11.5 If the Contract is cancelled in this way, the Company will refund any payment which the Customer has already made on account of the price (subject to deduction of any amount the Company is entitled to claim from the Customer) but the Company will not be liable to compensate the Customer for any further loss or damage caused by the failure to delivery.

12. DOCUMENTATION
Drawings, catalogues technical circulars, price lists and other literature issued by the Company are for the Customer’s general guidance only and the particulars contained therein shall not constitute representations by the Company and the Company shall not be bound thereby.

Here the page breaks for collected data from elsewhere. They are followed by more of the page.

//! The page's two engines: `spec::needs_full` (which specs the light core
//! engine refuses) and the element's guess from the spec's text
//! (`FULL_WORDS` in www/src/strata-chart.js) agree on every gallery and golden
//! spec, so no chart of ours pays a second drawing; and the paths and words
//! the core names.

use std::path::{Path, PathBuf};

fn root() -> PathBuf {
    Path::new(env!("CARGO_MANIFEST_DIR")).join("../..")
}

/// The element's word list, read from the element itself.
fn full_words() -> regex::Regex {
    let js = std::fs::read_to_string(root().join("www/src/strata-chart.js")).unwrap();
    let start = js.find("const FULL_WORDS = /").expect("FULL_WORDS in www/src/strata-chart.js") + "const FULL_WORDS = /".len();
    let end = start + js[start..].find("/;\n").unwrap();
    regex::Regex::new(&js[start..end]).unwrap()
}

#[test]
fn full_engine_words() {
    let words = full_words();
    let mut checked = 0;
    for dir in ["examples", "tests/golden/specs"] {
        let mut files: Vec<PathBuf> =
            std::fs::read_dir(root().join(dir)).unwrap().map(|e| e.unwrap().path()).filter(|p| p.extension().is_some_and(|e| e == "json")).collect();
        files.sort();
        for f in files {
            let text = std::fs::read_to_string(&f).unwrap();
            // Specs with errors (bad words, retired words) draw in neither engine.
            let Ok(spec) = strata::parse_spec(&text) else { continue };
            let rust = strata::spec::needs_full(&spec);
            assert_eq!(words.is_match(&text), rust.is_some(), "{}: needs_full says {rust:?}", f.display());
            // The core engine refuses from the JSON value, before reading.
            let value: serde_json::Value = serde_json::from_str(&text).unwrap();
            assert_eq!(strata::spec::needs_full_value(&value), rust, "{}", f.display());
            checked += 1;
        }
    }
    assert!(checked > 40, "{checked} specs checked");
}

/// The gallery charts that take the full engine (docs/element.md lists them).
#[test]
fn gallery_charts_on_the_full_engine() {
    let html = std::fs::read_to_string(root().join("www/index.html")).unwrap();
    let words = full_words();
    let mut full = Vec::new();
    for part in html.split("<strata-chart id=\"").skip(1) {
        let id = &part[..part.find('"').unwrap()];
        let tag_end = part.find('>').unwrap();
        let body = &part[..part.find("</strata-chart>").unwrap()];
        if part[..tag_end].contains("shapes-src") || words.is_match(body) {
            full.push(id);
        }
    }
    assert_eq!(full, ["boxes", "trend", "weather", "windrose", "panels", "seasons", "plots", "rain", "isles-steps", "isles-towns", "isles-globe"]);
}

#[test]
fn needs_full_names_the_path_and_word() {
    let cases = [
        (r#"{"layers":[{"draw":"line","x":"a","y":"b"}]}"#, None),
        (r#"{"layers":[{"draw":"bar","x":"a","y":"b","stat":{"summary":"median"}}],"theme":"dark"}"#, None),
        (r#"{"layers":[{"draw":"bar","x":"a","y":"b","stat":{"summary":"median"}}],"panels":{"by":"c"},"theme":"dark"}"#, Some(("panels", "panels"))),
        (r#"{"layers":[{"draw":"line","x":"a","y":"b"}],"panels":{"rows":"c","cols":"d","independent":"y"}}"#, Some(("panels", "panels"))),
        // A column named `panels` is not the word.
        (r#"{"layers":[{"draw":"line","x":"panels","y":"b","color":"panels"}]}"#, None),
        (r#"{"layers":[{"draw":"bar","x":"a","stat":{"bin":{"density":true}}}]}"#, None),
        // Columns named like the words are not the words.
        (r#"{"layers":[{"draw":"bar","x":"region","y":"box","color":"map","text":"fit"}]}"#, None),
        (r#"{"derive":{"c":"a + b"},"layers":[{"draw":"point","x":"a","y":"c"}]}"#, Some(("derive", "derive"))),
        (r#"{"where":"a > 1","layers":[{"draw":"point","x":"a","y":"b"}]}"#, Some(("where", "where"))),
        (r#"{"unpivot":{"columns":["a","b"],"into":["k","v"]},"layers":[{"draw":"line","x":"k","y":"v"}]}"#, Some(("unpivot", "unpivot"))),
        (r#"{"coords":{"kind":"polar"},"layers":[{"draw":"bar","x":"a","y":"b"}]}"#, Some(("coords", "polar"))),
        (r#"{"coords":"polar","layers":[{"draw":"bar","x":"a","y":"b"}]}"#, Some(("coords", "polar"))),
        (r#"{"coords":"map","layers":[{"draw":"point","x":"a","y":"b"}]}"#, Some(("coords", "map"))),
        (r#"{"coords":"cartesian","layers":[{"draw":"bar","x":"a","y":"b"}]}"#, None),
        (
            r#"{"layers":[{"draw":"point","x":"a","y":"b","color":"c"}],"scales":{"color":{"kind":"steps","breaks":"quantile"}}}"#,
            Some(("scales.color.kind", "steps")),
        ),
        (r#"{"layers":[{"draw":"point","x":"a","y":"b","color":"c"}],"scales":{"color":{"kind":"linear"}}}"#, None),
        // A colour column named `steps` or `polar` is not the word.
        (r#"{"layers":[{"draw":"point","x":"polar","y":"b","color":"steps"}]}"#, None),
        (r#"{"coords":{"kind":"map"},"layers":[{"draw":"point","x":"a","y":"b"}]}"#, Some(("coords", "map"))),
        (r#"{"shapes":{"features":[]},"layers":[{"draw":"region"}]}"#, Some(("shapes", "shapes"))),
        (r#"{"layers":[{"draw":"point","x":"a","y":"b"},{"draw":"line","x":"a","y":"b","stat":{"fit":"loess"}}]}"#, Some(("layers[1].stat.fit", "fit"))),
        (r#"{"layers":[{"draw":"area","x":"a","stat":{"density":{}}}]}"#, Some(("layers[0].stat.density", "density"))),
        (r#"{"layers":[{"draw":"line","x":"a","y":"b","stat":{"window":{"rows":3}}}]}"#, Some(("layers[0].stat.window", "window"))),
        (r#"{"layers":[{"draw":"point","x":"a","y":"b","stat":{"summary":"mean","interval":"ci95"}}]}"#, Some(("layers[0].stat.interval", "interval"))),
        (r#"{"layers":[{"draw":"box","x":"a","y":"b","stat":"box"}]}"#, Some(("layers[0].draw", "box"))),
    ];
    let words = full_words();
    for (text, want) in cases {
        let spec = strata::parse_spec(text).unwrap_or_else(|e| panic!("{text}: {e}"));
        let got = strata::spec::needs_full(&spec);
        assert_eq!(got.as_ref().map(|(p, w)| (p.as_str(), *w)), want, "{text}");
        let value: serde_json::Value = serde_json::from_str(text).unwrap();
        assert_eq!(strata::spec::needs_full_value(&value), got, "the core's refusal from the value, on {text}");
        assert_eq!(words.is_match(text), want.is_some(), "the element's words on {text}");
    }
}

/// The core engine refuses from the checked JSON value (`needs_full_value`,
/// before reading), the full engine reads: both name the first full-engine
/// part alike, in `needs_full`'s order, when a spec has several.
#[test]
fn the_value_and_the_read_spec_name_the_same_first_part() {
    let layer = |draw: &str, stat: &str| format!(r#"{{"draw":"{draw}","x":"a","y":"b"{stat}}}"#);
    let parts: [(&str, String); 9] = [
        ("shapes", r#""shapes":{"features":[]}"#.into()),
        ("coords", r#""coords":{"kind":"map","projection":"mercator"}"#.into()),
        ("derive", r#""derive":{"c":"a + b"}"#.into()),
        ("where", r#""where":"a > 1""#.into()),
        ("unpivot", r#""unpivot":{"columns":["a"],"into":["k","v"]}"#.into()),
        ("panels", r#""panels":{"by":"a"}"#.into()),
        ("steps", r#""scales":{"color":{"kind":"steps","count":4}}"#.into()),
        ("region", r#""coords":"cartesian""#.into()),
        ("none", r#""derive":{}"#.into()),
    ];
    let layers = [
        layer("point", ""),
        layer("line", r#","stat":{"summary":"mean","interval":"ci95"}"#),
        layer("box", r#","stat":"box""#),
        layer("bar", r#","stat":"box""#),
        layer("region", ""),
        layer("line", r#","stat":{"window":{"rows":3,"align":"trailing"}}"#),
        layer("area", r#","stat":{"density":{"bandwidth":"silverman"}}"#),
        layer("line", r#","stat":{"fit":"loess","span":0.5,"band":0.9}"#),
    ];
    let mut checked = 0;
    // Every pair of top-level parts with every pair of layers.
    for (_, a) in &parts {
        for (_, b) in &parts {
            for l1 in &layers {
                for l2 in &layers {
                    let text = if a == b { format!(r#"{{{a},"layers":[{l1},{l2}]}}"#) } else { format!(r#"{{{a},{b},"layers":[{l1},{l2}]}}"#) };
                    let value: serde_json::Value = serde_json::from_str(&text).unwrap();
                    let Ok(spec) = strata::spec_from_value(&value) else { continue };
                    assert_eq!(strata::spec::needs_full_value(&value), strata::spec::needs_full(&spec), "{text}");
                    checked += 1;
                }
            }
        }
    }
    assert!(checked > 2000, "{checked}");
}

/// A spec whose full-engine part has a mistake gets the mistake, located,
/// from either engine (the core checks every key's shape before it
/// refuses), never `spec.needs_full_engine`; the page shows it as is.
#[test]
fn a_mistake_in_a_full_engine_part_is_located_first() {
    let cases = [
        (r#"{"layers":[{"draw":"line","x":"a","y":"b","stat":{"window":{"rows":2.5}}}]}"#, "layers[0].stat.window.rows", "spec.wrong_type"),
        (r#"{"layers":[{"draw":"point","x":"a","y":"b"}],"coords":{"kind":"polar","angle":"z"}}"#, "coords.angle", "spec.unknown_word"),
        (r#"{"layers":[{"draw":"point","x":"a","y":"b"}],"panels":{"by":"a","colums":2}}"#, "panels.colums", "spec.unknown_key"),
        (r#"{"layers":[{"draw":"point","x":"a","y":"b"}],"unpivot":{"columns":"a","into":["k","v"]}}"#, "unpivot.columns", "spec.wrong_type"),
        (r#"{"layers":[{"draw":"region","key":"k"}],"shapes":{"features":[],"kye":"id"}}"#, "shapes.kye", "spec.unknown_key"),
    ];
    for (text, path, code) in cases {
        let e = strata::parse_spec(text).unwrap_err().0;
        assert_eq!((e[0].at.path.as_str(), e[0].code.as_str()), (path, code), "{text}: {e:?}");
        assert!(e.iter().all(|d| d.code != "spec.needs_full_engine"), "{text}: {e:?}");
    }
}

13. PROTECTION OF INTELLECTUAL PROPERTY

13.1 The trademarks, trade names, know how copyrights, design rights, goodwill, patents and all other proprietary rights (the “Intellectual Property”) arising out of existing in or upon the Goods or the documentation referred to in Clause 12 are the property of the Company.

13.2 The Customer shall not cause or permit anything which may damage or endanger the Intellectual Property of the Company of the Company’s title to it nor assist nor allow to do so and shall maintain as confidential both during the Contract as well as at all times thereafter all information relating to the Company the Goods and the Intellectual Property.

13.3 The Customer shall notify the Company of any suspected infringement of the Intellectual Property

13.4 The Customer shall not tamper with any markings or name plates or other indications of the source or origin of the Goods which may be placed by the company upon the Goods.

13.5 The Intellectual Property is licensed on a non-exclusive basis to the Customer but such licence shall automatically be revoked in the event that any of the circumstances mentioned in Clause 5.4 apply and in the event that payment is not made in accordance with Clause 5.

14. NOTICES
Any notice to be served on either of the parties by the other shall be in writing and sent to the last known address of the recipient or to such other address as the recipient may designate by notice given in accordance with the provisions of this Clause. Any such notice may be hand delivered or be sent by Recorded or Special Delivery post or , facsimile transmission and shall be deemed to have been effectively served if by hand when delivered, if by Recorded or Special Delivery post Forty Eight (48) hours after posting and if by facsimile transmission when despatched.

15. ASSIGNMENT
The Customer shall not assign or transfer or purport to assign or transfer the Contract or the benefits there of to any other person without the prior written consent of the Company.

16. PROPER LAW AND JURISDICTION
The Contract shall be governed by and constructed in accordance with English Law (including English Conflict of Laws) and all disputes arising in connection with the Contract shall be submitted to the jurisdiction of the English Courts.

17. HEADINGS
The headings of the conditions are for convenience only and shall have no effect on the interpretation thereof.